> **EXERCISE AIM**
For the word "WriteString", count the lines of the records that hold it, and give only that number.

# # #

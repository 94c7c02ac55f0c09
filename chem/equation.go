package chem

import (
	"errors"
	"fmt"
	"strings"
	"unicode/utf8"
)

// Term is one species of an equation with its coefficient, at least 1.
type Term struct {
	Coefficient int64
	Species     string // as written, without the coefficient
	Formula     Formula
}

// Equation is a reaction: what is used up on the left, what is formed on the
// right, in the order written.
type Equation struct {
	Left, Right []Term
	// Written is by how much the coefficients exceed those of the text, where that
	// had fractions: 2 for "H2 + 1/2 O2 -> H2O". Nought counts as one.
	Written int64
}

// EquationError says what is wrong with an equation and what would do.
type EquationError struct {
	Text   string // the whole equation as given
	Part   string // the part it is about; may be empty
	What   string
	Wanted string
	Cause  error // ErrSyntax, a *FormulaError, or a kind of BalanceError
}

func (e *EquationError) Error() string {
	s := fmt.Sprintf("equation %q: %s", e.Text, e.What)
	if e.Part != "" {
		s = fmt.Sprintf("equation %q: %q: %s", e.Text, e.Part, e.What)
	}
	if e.Wanted != "" {
		s += "; " + e.Wanted
	}
	return s
}

// Unwrap returns the cause.
func (e *EquationError) Unwrap() error { return e.Cause }

// arrows part the two sides of an equation, the longer ones first.
var arrows = []string{"<=>", "<->", "-->", "==>", "->", "=>", "→", "⟶", "⇌", "⇄", "⇒", "="}

// ParseEquation reads a reaction such as
//
//	Cr2O7^2- + 6 Fe^2+ + 14 H^+ -> 2 Cr^3+ + 6 Fe^3+ + 7 H2O
//
// Species are parted by " + ", the sides by ->, →, ⇌ or =. Coefficients are
// optional and may be fractions, which scale the whole equation to whole
// numbers. The electron is written e^-. The equation need not balance. The error
// is an *EquationError.
func ParseEquation(text string) (Equation, error) {
	text = strings.TrimSpace(text)
	if len(text) > 4000 {
		return Equation{}, &EquationError{text[:40] + "…", "", "longer than 4000 characters", "give one reaction at a time", ErrSyntax}
	}
	left, right, ok := cutArrow(text)
	if !ok {
		return Equation{}, &EquationError{text, "", "no arrow between the two sides", "write A + B -> C", ErrSyntax}
	}
	var e Equation
	var factors []ratio
	for i, side := range []string{left, right} {
		terms, counts, err := parseSide(text, side)
		if err != nil {
			return Equation{}, err
		}
		factors = append(factors, counts...)
		if i == 0 {
			e.Left = terms
		} else {
			e.Right = terms
		}
	}
	return e, e.scaleTo(text, factors)
}

func cutArrow(text string) (left, right string, ok bool) {
	at, size := len(text), 0
	for _, arrow := range arrows {
		if i := strings.Index(text, arrow); i >= 0 && (i < at || i == at && len(arrow) > size) {
			at, size = i, len(arrow)
		}
	}
	if size == 0 {
		return "", "", false
	}
	if text[at:at+size] == "-->" && at > 0 && text[at-1] != ' ' {
		at, size = at+1, size-1 // "Cl-->": the first stroke is a charge
	}
	return text[:at], text[at+size:], true
}

func parseSide(text, side string) ([]Term, []ratio, error) {
	var terms []Term
	var factors []ratio
	for _, piece := range splitTerms(side) {
		piece = strings.TrimRight(strings.TrimSpace(piece), "↑↓ ") // gas given off, solid thrown down
		if piece == "" {
			return nil, nil, &EquationError{text, "", "a species is missing", "write one on either side of each plus and arrow", ErrSyntax}
		}
		if strings.ContainsAny(piece, "→⟶⇌⇄⇒=>") {
			return nil, nil, &EquationError{text, piece, "a second arrow", "give one reaction at a time", ErrSyntax}
		}
		factor, species := cutFactor(piece)
		formula, err := ParseFormula(species)
		if err != nil {
			return nil, nil, &EquationError{text, "", err.Error(), "", err}
		}
		if factor.num == 0 {
			return nil, nil, &EquationError{text, piece, "a coefficient of nought", "leave the species out", ErrSyntax}
		}
		terms = append(terms, Term{1, species, formula})
		factors = append(factors, factor)
	}
	return terms, factors, nil
}

// cutFactor takes the coefficient off a term; it is one if there is none.
func cutFactor(piece string) (ratio, string) {
	p := formulaParser{text: piece, formula: &Formula{}}
	factor, size := p.numberAt(0)
	if size == 0 {
		factor, size = p.halfAt(0)
	}
	if size == 0 {
		return one, piece
	}
	species := strings.TrimSpace(piece[size:])
	if rest, ok := strings.CutPrefix(species, "*"); ok {
		species = strings.TrimSpace(rest)
	}
	return factor, species
}

// scaleTo gives the terms whole coefficients in the ratio of the factors.
func (e *Equation) scaleTo(text string, factors []ratio) error {
	scale := int64(1)
	for _, f := range factors {
		scale = scale / gcd(scale, f.den) * f.den
		if scale >= maxCount {
			return &EquationError{text, "", "the fractions have no common denominator of a sensible size", "use whole coefficients", ErrSyntax}
		}
	}
	if scale > 1 {
		e.Written = scale
	}
	i := 0
	for _, side := range [][]Term{e.Left, e.Right} {
		for j := range side {
			side[j].Coefficient = factors[i].num * (scale / factors[i].den)
			i++
		}
	}
	return nil
}

// splitTerms cuts a side at the plus signs that part species and leaves those
// that are charges.
func splitTerms(side string) []string {
	var pieces []string
	begin := 0
	for i := 0; i < len(side); i++ {
		if side[i] == '+' && partsSpecies(side, begin, i) {
			pieces = append(pieces, side[begin:i])
			begin = i + 1
		}
	}
	return append(pieces, side[begin:])
}

// partsSpecies reports whether the plus at i, in a term that began at begin,
// parts two species. One right behind ^ or its number is a charge; one behind a
// blank parts; one behind a symbol parts if another species follows it.
func partsSpecies(side string, begin, i int) bool {
	before := strings.TrimRight(side[begin:i], "0123456789")
	if strings.HasSuffix(before, "^") || strings.HasSuffix(before, "{") && strings.HasSuffix(before, "^{") {
		return false
	}
	if strings.HasSuffix(before, " ") && len(before) < i-begin && strings.TrimSpace(before) != "" {
		return false // "Fe 3+"
	}
	if i > begin && (side[i-1] == ' ' || side[i-1] == '\t') || strings.TrimSpace(side[begin:i]) == "" {
		return true
	}
	rest := side[i+1:]
	after := strings.TrimLeft(rest, " ")
	if after == "" || after[0] == '+' || beginsWithState(after) {
		return false // the last sign of a charge, or the species ends here
	}
	if after == rest && isDigit(after[0]) {
		return strings.TrimLeft(after, "0123456789") != "" && !strings.HasPrefix(strings.TrimLeft(after, "0123456789"), " ")
	}
	r, _ := utf8.DecodeRuneInString(after)
	return strings.ContainsRune("([{^e", r) || r >= 'A' && r <= 'Z' || r >= '0' && r <= '9' || r >= utf8.RuneSelf
}

// beginsWithState reports whether a text begins with (s), (l), (g) or (aq).
func beginsWithState(text string) bool {
	for _, state := range []string{"(s)", "(l)", "(g)", "(aq)"} {
		if strings.HasPrefix(text, state) {
			return true
		}
	}
	return false
}

// String returns the equation with coefficients of 1 left out.
func (e Equation) String() string { return e.over(1) }

// AsWritten is String with the coefficients of the text, fractions as decimals.
func (e Equation) AsWritten() string { return e.over(max(e.Written, 1)) }

func (e Equation) over(divisor int64) string {
	var b strings.Builder
	writeSide(&b, e.Left, divisor)
	b.WriteString(" -> ")
	writeSide(&b, e.Right, divisor)
	return b.String()
}

func writeSide(b *strings.Builder, terms []Term, divisor int64) {
	for i, t := range terms {
		if i > 0 {
			b.WriteString(" + ")
		}
		if t.Coefficient%divisor != 0 {
			b.WriteString(number(float64(t.Coefficient) / float64(divisor)))
			b.WriteByte(' ')
		} else if n := t.Coefficient / divisor; n != 1 {
			b.WriteString(decimalText(n))
			b.WriteByte(' ')
		}
		b.WriteString(t.Species)
	}
}

// Term returns the first term of a species, matched by its text or else by its
// atoms and charge, and its stoichiometric number: negative on the left.
func (e Equation) Term(species string) (t Term, number int64, ok bool) {
	same := func(t Term) bool { return t.Species == species }
	if t, number, ok = e.find(same); ok {
		return t, number, true
	}
	f, err := ParseFormula(species)
	if err != nil {
		return Term{}, 0, false
	}
	hill := f.Hill()
	return e.find(func(t Term) bool { return t.Formula.Hill() == hill })
}

func (e Equation) find(match func(Term) bool) (Term, int64, bool) {
	for _, t := range e.Left {
		if match(t) {
			return t, -t.Coefficient, true
		}
	}
	for _, t := range e.Right {
		if match(t) {
			return t, t.Coefficient, true
		}
	}
	return Term{}, 0, false
}

// ErrUnbalanced is the cause of the error of Balanced.
var ErrUnbalanced = errors.New("unbalanced")

// Balanced returns nil if every element and the charge balance with the
// coefficients as they are, otherwise an error that names the first that doesn't.
func (e Equation) Balanced() error {
	matrix, kinds := e.matrix()
	for i, line := range matrix {
		var left, right int64
		for j, n := range line {
			if j < len(e.Left) {
				left += n * e.Left[j].Coefficient
			} else {
				right -= n * e.Right[j-len(e.Left)].Coefficient
			}
		}
		if left != right {
			return &EquationError{e.String(), "", fmt.Sprintf("%s doesn't balance", kinds[i]), "balance it first", ErrUnbalanced}
		}
	}
	return nil
}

# # #

> **EXERCISE SOLUTION**
5